Existem benefícios relacionados à mãe, ao bebê e à família.

Para a mãe – esses me chamaram muito a atenção! Alguns são comumente conhecidos, mas outros, que considerei ainda melhores, são pouco divulgados. Vamos lá: 
  • Ajuda na perda daqueles quilinhos que sobram depois do parto. No meu caso, senti muitoooo esse benefício. Perdi 23 kg em cerca de 6 meses! 10 foram no parto, mas o restante foi amamentando o meu tourinho! Rs
  • Contribui para o útero voltar ao tamanho normal, diminuindo o risco de anemia e hemorragia. Nas primeiras mamadas sentimos uma cólica bem chatinha, seguida por sangramento. Isso acontece porque a amamentação faz o útero contrair, ainda que doa um pouco no começo, é uma coisa excelente um pouco mais tarde
  • Reduz o risco de diabetes e doenças cardíacas – as chamadas doenças metabólicas – esse estudo foi publicado pela American Journal of Obstetrics, mesmo em mães que tiveram diabetes gestacional (essa é novidade para mim! Achei fantástico!);
  • Reduz o risco de câncer de mama e de ovário (excelentes também!);
  • Reduz o risco de Osteoporose, assim como fraturas;
  • Diminui o risco de artrite reumatoide;

 Para o bebê –
  • Serve como proteção contra infecções (gastroenterites, doenças respiratórias, infecções urinárias e otite);
  • Reduz o risco de o bebê desenvolver doenças como diabetes e leucemia (achei fantástica essa informação – novidade para mim também!)
  • Diminui a tendência a alergias, tal como asma e dermatite.
  • Se, durante o período que estiver amamentando, a mãe produzir outros anticorpos (tomando uma vacina, tendo contato com algum vírus ou bactéria nova, etc.) eles irão para o bebê através do leite, e ele também ficará protegido.
  • É o alimento mais completo e que melhor atende às necessidades do seu bebê até os 6 meses! Nos primeiros dias recebe o colostro, mais amareladinho, que tem uma função específica – é a única substância capaz de eliminar todos os resíduos de mecônio (o primeiro cocô do bebê) do trato gastrointestinal do bebê, ajudando o intestino a amadurecer e funcionar de maneira eficiente, além de prevenir o aparecimento de alergias, infecções e diarreia, pelo adequado controle e equilíbrio das bactérias que se desenvolvem no seu intestino. É rico em vitamina A, o que ajuda a prevenir infecções e proteger os olhos.
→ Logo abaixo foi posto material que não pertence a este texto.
// End-to-end: `porofit minerals` prints the mineral table with each entry's
// source and how it was checked, on separate lines; an unknown mineral in a
// study lists the close matches; `porofit check` and `porofit fit` carry the
// invented-data notice only when the study declares `invented: true`; and
// grain_modulus.csv reports sources and provenance in separate columns.
#include <gtest/gtest.h>
#include <sys/wait.h>
#include <unistd.h>

#include <cstdlib>
#include <filesystem>
#include <fstream>
#include <sstream>
#include <string>

#include "porofit/io/csv.h"

namespace porofit {
namespace {
namespace fs = std::filesystem;

// Invented test data (K roughly an exp-modulus curve); the description says in
// words that nothing is invented, which must not trigger the notice.
const char* kStudyBody =
    "description: measured plugs; nothing here is invented\n"
    "minerals:\n"
    "  dry_clay_aggregate:\n"
    "    bulk: 9 GPa\n"
    "    sigma_bulk: 3 GPa\n"
    "    shear: 4 GPa\n"
    "    sigma_shear: 2 GPa\n"
    "    density: 2.6 g/cc\n"
    "    clay: true\n"
    "    source: \"Vanorio, Prasad & Nur 2003, Geophysical Journal International 155\"\n"
    "    checked: from memory\n"
    "samples:\n"
    "  - id: S1\n"
    "    lithology: shaly sandstone\n"
    "    porosity: 0.2\n"
    "    bulk_density: 2.12 g/cc\n"
    "    measurement: static\n"
    "    data:\n"
    "      columns: [P_c MPa, P_p MPa, K GPa]\n"
    "      rows:\n"
    "        - [5, 0, 8.1]\n"
    "        - [10, 0, 10.2]\n"
    "        - [20, 0, 12.9]\n"
    "        - [40, 0, 15.0]\n"
    "    models: [linear]\n"
    "    grain_modulus:\n"
    "      mineralogy:\n"
    "        basis: weight\n"
    "        fractions: {quartz: 0.7, illite: 0.2, dry_clay_aggregate: 0.1}\n";

const char* kNotice = "NOTE: this study's data are invented";

std::string Slurp(const fs::path& p) {
  std::ifstream in(p, std::ios::binary);
  std::stringstream s;
  s << in.rdbuf();
  return s.str();
}

class MineralsCli : public ::testing::Test {
 protected:
  void SetUp() override {
    dir_ = fs::temp_directory_path() / ("porofit-e2e-minerals-" + std::to_string(::getpid()) + "-" +
                                        ::testing::UnitTest::GetInstance()->current_test_info()->name());
    fs::remove_all(dir_);
    fs::create_directories(dir_);
    Write("name: plug program\n");
  }
  void TearDown() override { fs::remove_all(dir_); }
  void Write(const std::string& head, const std::string& body = kStudyBody) {
    std::ofstream(dir_ / "study.yaml") << head << body;
  }
  int Run(const std::string& args) {
    const std::string cmd = "POROFIT_FIXED_TIMESTAMP=2026-02-03T04:05:06Z '" + std::string(POROFIT_EXE) + "' " + args +
                            " >'" + (dir_ / "o.txt").string() + "' 2>'" + (dir_ / "e.txt").string() + "'";
    const int status = std::system(cmd.c_str());
    out_ = Slurp(dir_ / "o.txt");
    err_ = Slurp(dir_ / "e.txt");
    return WIFEXITED(status) ? WEXITSTATUS(status) : -1;
  }
  std::string Study() const { return "'" + (dir_ / "study.yaml").string() + "'"; }
  fs::path dir_;
  std::string out_, err_;
};

TEST_F(MineralsCli, MineralsPrintsEveryEntryWithSourceAndCheckedOnSeparateLines) {
  ASSERT_EQ(Run("minerals"), 0) << err_;
  EXPECT_NE(out_.find("\nillite (clay)\n"), std::string::npos) << out_;
  EXPECT_NE(out_.find("\nsiderite\n"), std::string::npos);
  EXPECT_NE(out_.find("  source:  Zhang 2019, Applied Petroleum Geomechanics, Gulf Professional Publishing, Table 2.5\n"
                      "  checked: against source excerpt\n"),
            std::string::npos);
  EXPECT_NE(out_.find("decision support only"), std::string::npos);
  EXPECT_EQ(out_.find("dry_clay_aggregate"), std::string::npos);
  ASSERT_EQ(Run("minerals " + Study()), 0) << err_;
  EXPECT_NE(out_.find("\ndry_clay_aggregate (clay) [from the study file]\n"), std::string::npos) << out_;
  ASSERT_EQ(Run("minerals --help"), 0);
  EXPECT_NE(out_.find("porofit minerals"), std::string::npos);
  ASSERT_EQ(Run("--help"), 0);
  EXPECT_NE(out_.find("minerals [STUDY.yaml]"), std::string::npos);
}

TEST_F(MineralsCli, UnknownMineralListsCloseMatchesAndHowToSeeTheTable) {
  std::string body = kStudyBody;
  body.replace(body.find("illite: 0.2"), 11, "illit: 0.2");
  Write("name: plug program\n", body);
  EXPECT_EQ(Run("check " + Study()), 2);
  EXPECT_NE(err_.find("error: unknown mineral 'illit' (did you mean 'illite'?); known minerals are the built-in "
                      "table plus the study's 'minerals:' section ('porofit minerals STUDY.yaml' lists them)"),
            std::string::npos)
      << err_;
}

TEST_F(MineralsCli, InventedNoticeOnlyWhenDeclared) {
  ASSERT_EQ(Run("check " + Study()), 0) << err_;
  EXPECT_EQ(out_.find(kNotice), std::string::npos) << out_;
  ASSERT_EQ(Run("fit " + Study() + " --out '" + (dir_ / "plain").string() + "'"), 0) << err_;
  EXPECT_EQ(out_.find(kNotice), std::string::npos);
  for (const char* f : {"summary.txt", "grain_modulus.csv", "results.json", "report.html"})
    EXPECT_EQ(Slurp(dir_ / "plain" / f).find("data are invented"), std::string::npos) << f;

  Write("name: plug program\ninvented: true\n");
  ASSERT_EQ(Run("check " + Study()), 0) << err_;
  EXPECT_NE(out_.find(kNotice), std::string::npos) << out_;
  ASSERT_EQ(Run("fit " + Study() + " --out '" + (dir_ / "declared").string() + "' --quiet"), 0) << err_;
  for (const char* f : {"summary.txt", "grain_modulus.csv", "results.json", "report.html"})
    EXPECT_NE(Slurp(dir_ / "declared" / f).find("data are invented"), std::string::npos) << f;
}

TEST_F(MineralsCli, GrainModulusCsvHasSourcesAndCheckedAsSeparateColumns) {
  ASSERT_EQ(Run("fit " + Study() + " --out '" + (dir_ / "out").string() + "' --quiet"), 0) << err_;
  const csv::Table t = csv::ReadCsvFile((dir_ / "out" / "grain_modulus.csv").string());
  const int sources = t.ColumnIndex("sources"), checked = t.ColumnIndex("checked");
  ASSERT_GE(sources, 0);
  ASSERT_GE(checked, 0);
  ASSERT_EQ(t.rows.size(), 1u);
  const std::string& s = t.rows[0].fields[static_cast<size_t>(sources)];
  const std::string& c = t.rows[0].fields[static_cast<size_t>(checked)];
  EXPECT_NE(s.find("illite: Wang, Wang & Cates 2001, Effective elastic properties of solid clays"), std::string::npos)
      << s;
  EXPECT_EQ(s.find("memory"), std::string::npos) << s;
  EXPECT_EQ(c, "quartz: against secondary citation | illite: from memory | dry_clay_aggregate: from memory");
}

}  // namespace
}  // namespace porofit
O colostro dura cerca de 15 dias, e aos poucos vai se transformando no leite normal. Nos primeiros minutos da mamada (de 3 a 5), o leite tem maior concentração de água, para matar a sede, e o restante tem uma concentração maior de gordura, que irá alimentar e ajuda-lo a ganhar peso! (Fantástico, né?);
  • É o alimento de melhor digestão já que foi “fabricado” para o bebê pelas mãos mais habilidosas que existe – as de Deus! Criança que tomam LA tem mais chance de sentir cólicas já que a base dele é leite de vaca;
  • O exercício de sucção traz muitos benefícios para a saúde do bebê – contribui para dentes bonitos, estimula o desenvolvimento da fala e ajuda a ter uma boa respiração, diminuindo o risco de doenças respiratórias;
  • Reduz o risco de obesidade! (queria ter mamado mais tempo no peito, quem sabe, né? Rs);
  • Previne anemia;
  • Amamentar por mais de 6 meses faz bem à saúde mental da infância à adolescência, segundo estudo coordenado pela Universidade do Oeste da Austrália. Segundo os pesquisadores, substâncias presentes no leite (como a leptina) ajudam a combater o estresse. O contato e o vínculo entre mãe e filho promovido pelo aleitamento também têm um efeito positivo no desenvolvimento psicológico da criança. (Uauuuuuu! Mais um benefício para o resto da vida!);
  • Quando o ômega 3 está presente no leite materno, o que varia de mulher para mulher de acordo com sua alimentação, ele ajuda no desenvolvimento e crescimento dos prematuros nos primeiros meses de vida (atenção mães de prematuros!);
  • Pode ajudar seu filho a ter melhor desempenho nos estudos e aumentar a chance de ele frequentar uma faculdade, segundo uma pesquisa norte-americana. Eles analisaram o desempenho escolar de 126 irmãos de 59 famílias. O resultado sugeriu que aquele que recebeu um mês a mais de leite materno apresentou aumento de 0,019 pontos na média de pontuação no ensino médio e aumento de 0,014 na probabilidade de cursar o ensino superior (Dá para acreditar nisso?);
  • O leite humano é rico em ácidos gordos essenciais, imprescindíveis para o crescimento do cérebro e para a retina, contribuindo para vantagens cognitivas e de visão.
  • Redução de S. Morte Súbita;
  • Menor probabilidade de linfoma, leucemia, doença de Hodgkin;
  • Melhor resposta às vacinas;
  • Quando doente, traz alivio e conforto, ajuda a hidratar e a recuperar mais depressa;

Geral – coisas que beneficiam a todos
  • Conveniência – as mães que usam mamadeira sabem do trabalho que tem quando precisam dá-la nas madrugadas ou quando saem de casa. Ainda mais aquelas que acostumaram a dar a mamadeira quentinha (sim, porque se você ensinar que o leite tem que ser quentinho, seu filho só vai querer assim! Se ensiná-lo a tomar na temperatura ambiente, ficará muito mais fácil para você).  No peito, o leitinho está sempre pronto, na proporção correta e quentinho!
  • Custo – não há! È o alimento mais completo que seu bebê poderá receber até os 6 meses, e você não precisará pagar um centavo por isso. O LA ou fórmulas são, em geral, produtos bem caros. No meu caso, meu filho mamava demais, então, se fosse dar LA estaria falida!
  • Custo 2 – se as crianças e a mãe ficam menos doentes, gasta-se menos com médicos e remédios!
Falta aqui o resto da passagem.